Pour le moment, je n’ai pas de visibilité médiatique à l’inverse de Mme Le Pen qui, elle, est surmédiatisée. Dès lors que la campagne officielle sera lancée, avec égalité de temps de parole pour tous les candidats, les chasseurs verront très clairement qui connaît leurs dossiers, qui les représente vraiment et qui agit véritablement pour eux. Je n’ai donc aucune inquiétude à ce sujet d’autant que je suis chasseur moi-même, que CPNT est le parti traditionnel de défense de la chasse et que je pourrai alors montrer qu’en matière de chasse, j’ai avec CPNT un vrai bilan avec de vrais résultats.

Au-delà des chasseurs, vous êtes aussi nettement distancé par Marine Le Pen dans le vote rural.

Le monde rural dans son ensemble doit comprendre qu’il ne survivra et ne se développera qu’en s’ancrant dans ses traditions. C’est le T de CPNT. Et les traditions, ce sont d’abord les traditions de nos régions qui ne sont absolument pas défendues par la candidate qui veut tout recentraliser à Paris, qui, à titre d’exemple, est hostile à la corrida, s’oppose à l’enseignement des langues régionales, veut supprimer les conseils régionaux, etc.
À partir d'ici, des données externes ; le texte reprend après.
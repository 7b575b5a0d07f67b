import { availableOutputW, outputLossDb } from './amplifier';
import { alternatorLimitA } from './alternator';
import { bankChargeTargets, bankThevenin } from './battery';
import { fixedVoltageBudget } from './budget';
import { runBurp } from './burp';
import { capacitorTotals } from './capacitor';
import { partsOf } from './part-kinds';
import {
	ampacityEstimate,
	cableAreaMm2,
	cmilPerAmp,
	mm2ToCmil,
	requiredCmilPerAmp,
} from './conductors';
import { evaluateFindings } from './evaluate-findings';
import { batteryEnds, type FindingContext } from './finding-rules';
import { adviseFuse } from './fuses';
import { adiabaticFinalC } from './heating';
import { traceFeeds } from './feed';
import { solveNetwork } from './solve';
import { checkTopology } from './topology';
import type { BuildDocument, Scenario } from './types';
import type { UnitSystem } from './units';
import type {
	AlternatorReport,
	AmplifierReport,
	BankReport,
	CapacitorReport,
	ChargerReport,
	BuildReport,
	CableReport,
} from './report-types';

export const DEFAULT_VOLTAGES_V = [12.0, 12.6, 13.8, 14.4, 16.0];

/** Defaults a team can change per report. */
export const DEFAULT_SCENARIO: Scenario = {
	engineRpm: 1500,
	sustainedDemand: 1 / 8,
	burpDemand: 1,
	voltagesV: DEFAULT_VOLTAGES_V,
	conductorTempC: 25,
	dropTargetV: 0.5, // common practice, no published source
	cutoffV: null,
	burpSeconds: 10,
	burpStepS: 0.01,
	fuseDistanceM: 0.45, // 18 in: common practice, no published source
};

export * from './report-types';
export { VEHICLE_SET_POINT_LIMIT_V } from './finding-rules';

/**
 * Everything the team needs to know about one build under one scenario: the network solved at
 * sustained and burp demand, the fixed-voltage budget, a time-stepped burp, per-cable sizing and
 * fuse advice, per-amplifier terminal voltages and output, and warnings with code, severity and
 * the element they concern. Deterministic; no I/O.
 */
export function buildReport(
	doc: BuildDocument,
	scenarioIn: Partial<Scenario> = {},
	opts: { burpRun?: boolean; units?: UnitSystem } = {},
): BuildReport {
	const scenario: Scenario = { ...DEFAULT_SCENARIO, ...scenarioIn };
	const units = opts.units ?? 'metric';
	const issues = checkTopology(doc);
	if (issues.length > 0) return { ok: false, issues };

	const base = { engineRpm: scenario.engineRpm, conductorTempC: scenario.conductorTempC };
	const sustained = solveNetwork(doc, { ...base, demand: scenario.sustainedDemand });
	const burp = solveNetwork(doc, { ...base, demand: scenario.burpDemand });
	const budget = fixedVoltageBudget(doc, { ...scenario });
	// The time-stepped burp is the costly part; an editor recomputing on every keystroke may leave it out.
	const burpRun =
		opts.burpRun === false
			? null
			: runBurp(doc, {
					...base,
					demand: scenario.burpDemand,
					durationS: scenario.burpSeconds,
					stepS: scenario.burpStepS,
				});

	const bankPositives = new Set(doc.banks.map((b) => b.positive));
	const nodeLabels = new Map(doc.nodes.map((n) => [n.id, n.label]));
	const ctx: FindingContext = {
		doc,
		scenario,
		units,
		sustained,
		burp,
		bankPositives,
		nodeLabel: (id) => nodeLabels.get(id) ?? id,
	};
	const nominalV = Math.max(
		1,
		...doc.banks.map((b) => bankThevenin(b).ocvV),
		...doc.alternators.map((a) => a.setPointV),
	);
	const cables: CableReport[] = doc.cables.map((cable, i) => {
		const sc = sustained.cables[i]!;
		const bc = burp.cables[i]!;
		// A fuse must pass the burp and 1.25 × the sustained current (common practice, no published source).
		const designCurrentA = Math.max(Math.abs(bc.currentA), 1.25 * Math.abs(sc.currentA));
		const ampacity = ampacityEstimate(cable);
		const side =
			Math.max(Math.abs(burp.nodeVoltages[cable.from]!), Math.abs(burp.nodeVoltages[cable.to]!)) <
			0.5 * nominalV
				? 'return'
				: 'supply';
		const finalC = adiabaticFinalC(
			cable.material,
			cableAreaMm2(cable.size) * cable.parallelRuns,
			Math.abs(bc.currentA),
			scenario.burpSeconds,
			scenario.conductorTempC,
		);
		return {
			id: cable.id,
			label: cable.label,
			areaMm2: cableAreaMm2(cable.size) * cable.parallelRuns,
			areaCmil: mm2ToCmil(cableAreaMm2(cable.size)) * cable.parallelRuns,
			resistanceOhm: sc.resistanceOhm,
			sustained: { currentA: sc.currentA, dropV: sc.dropV, lossW: sc.lossW },
			burp: { currentA: bc.currentA, dropV: bc.dropV, lossW: bc.lossW },
			cmilPerAmp: cmilPerAmp(cable.size, cable.parallelRuns, designCurrentA),
			requiredCmilPerAmp: requiredCmilPerAmp(cable.material),
			ampacity,
			designCurrentA,
			fuseAdvice: side === 'supply' ? adviseFuse(designCurrentA, ampacity?.currentA ?? null) : null,
			side,
			leavesBattery: batteryEnds(cable, ctx).length > 0,
			burpHeating: { finalC, riseC: finalC - scenario.conductorTempC, limitC: cable.insulationC },
		};
	});

	const feeds = traceFeeds(doc, burp);
	const amplifiers: AmplifierReport[] = doc.amplifiers.map((amp, i) => {
		const b = burp.amplifiers[i]!;
		const feed = feeds.get(amp.id)!;
		return {
			id: amp.id,
			label: amp.label,
			sustainedTerminalV: sustained.amplifiers[i]!.terminalV,
			burpTerminalV: b.terminalV,
			burpDropV: feed.referenceV - b.terminalV,
			burpDropReference: feed,
			burpCurrentA: b.currentA,
			burpOutputW: availableOutputW(amp, b.terminalV),
			burpOutputLossDb: outputLossDb(amp, b.terminalV),
			burpRunMinV: burpRun ? burpRun.amplifierMinV[amp.id]! : null,
			outputModel: amp.regulated ? 'regulated' : 'unregulated',
			maxOutputW: amp.regulated ? null : (amp.maxOutputW ?? null),
		};
	});

	const banks: BankReport[] = doc.banks.map((bank, i) => {
		const th = bankThevenin(bank);
		const targets = bankChargeTargets(bank);
		const charging = sustained.banks[i]!;
		return {
			id: bank.id,
			label: bank.label,
			ocvV: th.ocvV,
			resistanceOhm: th.resistanceOhm,
			capacityAh: th.capacityAh,
			absorptionV: targets.absorptionV,
			floatV: targets.floatV,
			maxChargeV: targets.maxV,
			sustainedCurrentA: charging.currentA,
			burpCurrentA: burp.banks[i]!.currentA,
			chargeAcceptanceA: charging.chargeAcceptanceA,
			sustainedChargeLimited: sustained.status === 'ok' && charging.chargeLimited,
		};
	});

	const alternators: AlternatorReport[] = doc.alternators.map((alt, i) => ({
		id: alt.id,
		label: alt.label,
		limitA: alternatorLimitA(alt, scenario.engineRpm),
		setPointV: alt.setPointV,
		sustainedCurrentA: sustained.alternators[i]!.currentA,
		burpCurrentA: burp.alternators[i]!.currentA,
		burpMode: burp.alternators[i]!.mode,
	}));

	// The capacitor banks' part of the burp's start comes from the time-stepped burp; when the report
	// leaves that out (the editor's live figures), from its first 100 ms alone, the same steps, so
	// every view of a build shows the same figures and findings.
	const capRun =
		partsOf(doc, 'capacitors').length === 0
			? null
			: (burpRun ??
				runBurp(doc, {
					...base,
					demand: scenario.burpDemand,
					durationS: Math.min(0.1, scenario.burpSeconds),
					stepS: scenario.burpStepS,
				}));
	const capacitors: CapacitorReport[] = partsOf(doc, 'capacitors').map((cap, i) => {
		const totals = capacitorTotals(cap);
		const run = capRun?.capacitors[cap.id];
		return {
			id: cap.id,
			label: cap.label,
			farads: totals.farads,
			esrOhm: totals.esrOhm,
			ratedV: totals.ratedV,
			highestV: Math.max(
				run?.startV ?? 0,
				sustained.capacitors[i]!.terminalV,
				burp.capacitors[i]!.terminalV,
			),
			burpPeakA: run?.peakA ?? null,
			shareFirst100ms: run?.shareFirst100ms ?? null,
		};
	});

	const chargers: ChargerReport[] = partsOf(doc, 'chargers').map((part, i) => {
		const r = sustained.chargers[i]!;
		return {
			id: part.id,
			label: part.label,
			running: r.running,
			limitA: part.maxOutputA,
			outputA: r.outputA,
			outputV: r.outputV,
			inputA: r.inputA,
			inputV: r.inputV,
			atLimit: sustained.status === 'ok' && r.atLimit,
		};
	});

	const warnings = evaluateFindings(ctx, {
		charger: partsOf(doc, 'chargers').map((part, i) => ({
			id: part.id,
			subject: { part, figures: chargers[i]! },
		})),
		capacitor: partsOf(doc, 'capacitors').map((part, i) => ({
			id: part.id,
			subject: { part, figures: capacitors[i]! },
		})),
		build: [{ id: 'build', subject: { part: doc, figures: null } }],
		cable: doc.cables.map((part, i) => ({ id: part.id, subject: { part, figures: cables[i]! } })),
		amplifier: doc.amplifiers.map((part, i) => ({
			id: part.id,
			subject: { part, figures: amplifiers[i]! },
		})),
		bank: doc.banks.map((part, i) => ({ id: part.id, subject: { part, figures: banks[i]! } })),
		alternator: doc.alternators.map((part, i) => ({
			id: part.id,
			subject: { part, figures: alternators[i]! },
		})),
	});

	return {
		ok: true,
		scenario,
		sustained,
		burp,
		budget,
		burpRun,
		cables,
		amplifiers,
		banks,
		alternators,
		capacitors,
		chargers,
		warnings,
	};
}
C’est le retour à la IIIe République dans ce qu’elle a eu de pire, à savoir son combat de tous les instants contre tous les particularismes locaux et contre toutes les identités constitutives des différentes composantes du peuple français.

Au-delà de cette évidence, cette candidate qui habite Saint-Cloud ne connaît rien aux véritables conditions de vie dans le monde rural. Là aussi, les ruraux verront que moi, je suis un vrai rural : habitant non pas les beaux quartiers parisiens mais Baudreix, un village de 560 habitants dans les Pyrénées-Atlantiques, au cœur de la ruralité et aux pieds des montagnes, là où, élu local, je me débats pour régler au quotidien les problèmes de ce monde rural et de sa population.

Cela, les électeurs du monde rural vont vite le comprendre, une fois que la campagne aura véritablement démarré et que les médias nationaux m’auront ouvert leurs portes.